Teori retorika berpusat pada pemikiran mengenai retorika yang disebut Aristoteles sebagai alat persuasi yang tersedia. Maksudnya seorang pembicara yang tertarik untuk membujuk khalayaknya harus mempertimbangkan tiga bukti retoris, yaitu sebagai berikut :
Logos ( Logis, alasan, bukti pembicaraan )
- Struktur berbicara
- Referensi
- Perbandingan
Ethos ( Emosi, isi )
- Cerita
- Kutipan Interpersonal
- Jiwa Bahasa
Pathos ( Kredibilitas, Kepercaayaan )
- Personal Branding
- Keyankinan Sumber
- Krediblitas
Kepemimpinan
Cara menjadi Pemimpin
Berikut ini adalah beberapa ciri-ciri agar seseroang menjadi pemimpin yang baik untuk organisasinya, yaitu sebagai berikut :
- Karakter & Intergritas.
- Memiliki VISI dan MISI
Pemimpin yang baik harus mempunyai VISI & MISI yang jelas.
- Rendah Hati
Pemimpin harus bersifat seperi padi, semakin baik padinya semakin menunduk pula ia.
- Mendengarkan Anggotanya.
Seorang pemimpin harus bisa mendengarkan pemikiran dan masukan anggotanya.
Kenapa Harus Memiliki Pemimpin?
Jawaban dari pertanyaan tersebut adalah "kenapa tidak" Karena adanya pemimpin dalan suatu organisasi sangatlah bermanfaat bagi organisasi tersebut.
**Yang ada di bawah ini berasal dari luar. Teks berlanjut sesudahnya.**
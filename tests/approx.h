// Shared test helpers: approximate comparison of Eigen matrices that names the failing element,
// and running the outside reference scripts (tests/reference/*.py) with Debian's /usr/bin/python3.
#pragma once
#include <doctest/doctest.h>

#include <Eigen/Core>

#include "solver/objective/objective_term.h"
#include <cmath>
#include <cstdio>
#include <sstream>
#include <string>

namespace kith::test {

// Checks |a - b| <= abs_tol + rel_tol * |b| element by element; reports the first failure with
// its row, column and both values.
template <typename A, typename B>
void assert_near(const Eigen::MatrixBase<A>& a, const Eigen::MatrixBase<B>& b, double abs_tol, double rel_tol = 0.0,
                 const char* what = "matrix") {
  REQUIRE_MESSAGE(a.rows() == b.rows(), what << ": rows " << a.rows() << " vs " << b.rows());
  REQUIRE_MESSAGE(a.cols() == b.cols(), what << ": cols " << a.cols() << " vs " << b.cols());
  for (Eigen::Index i = 0; i < a.rows(); ++i)
    for (Eigen::Index j = 0; j < a.cols(); ++j) {
      const double x = double(a(i, j)), y = double(b(i, j));
      const bool ok = std::isfinite(x) && std::isfinite(y) && std::abs(x - y) <= abs_tol + rel_tol * std::abs(y);
      if (!ok) {
        std::ostringstream m;
        m.precision(17);
        m << what << "(" << i << ", " << j << "): " << x << " vs " << y << " (diff " << std::abs(x - y)
          << ", allowed " << abs_tol + rel_tol * std::abs(y) << ")";
        FAIL(m.str());
        return;
      }
    }
}

// Central finite differences of term.evaluate(y, nullptr) with step h, element by element:
// g(i, c) = (E(y + h e_ic) - E(y - h e_ic)) / 2h. The slow, obvious reference for every gradient.
kith::Points central_differences(kith::ObjectiveTerm& term, const kith::Points& y, double h);

// Is Debian's python with numpy/scikit-learn/scikit-image there? (The python3 first on PATH may
// lack numpy, so outside checks always use /usr/bin/python3.)
bool reference_python_available();

// Runs `/usr/bin/python3 tests/reference/SCRIPT args...`, returns its stdout; fails the test on a
// non-zero exit.
std::string run_reference(const std::string& script, const std::string& args = "");

// A fresh empty directory under the system temp folder, for one test's files.
std::string temp_dir(const std::string& name);

}  // namespace kith::test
Jika suatu organisasi tidak memilki pemimpin efek buruknya banyak sekali, seperti orang-orang menjadi egois dan individualis. Pemimpinan juga sangat diperlukan karena pemimpin menyelesaikan masalah perlunya kebersamaan di dalam suatu organisasi.
Pemimpin Yang Buruk
Jika ada pemimpin yang mensejahterakan organisasinya, maka adapula pemimpin buruk yang menjatuhkan organisasianya. Agar seseorang tidak menjadi pemimpin yang buruk, berikut adalah beberapa sifat-sifat seroang pemimpin buruk yang harus dihindari, yaitu :
- Otoriter, memaksakan kehendaknya dan tidak mendengarkan tanggapan orang lain.
- Lambat mengambil keputusan, yang dapat memperlambat tercapainya tujuan.
- Pilih kasih, mengutamakan seseorang dengan alasan personal dirinya, bukan kemampuannya.
Sekian penjelasan ulang dari saya, meteri yang disampaikan oleh Abang Zaki dan Bang Arya, pada Upgrading New Student Of System Information 2022 hari Sabtu, 10 September 2022. Jika ada kekurangan saya mohon maaf sebesar-besarnya. Sampai jumpa di artikel selanjutnya.
Wassalamu'alaikum Warahmatullahi Wabarakatuh.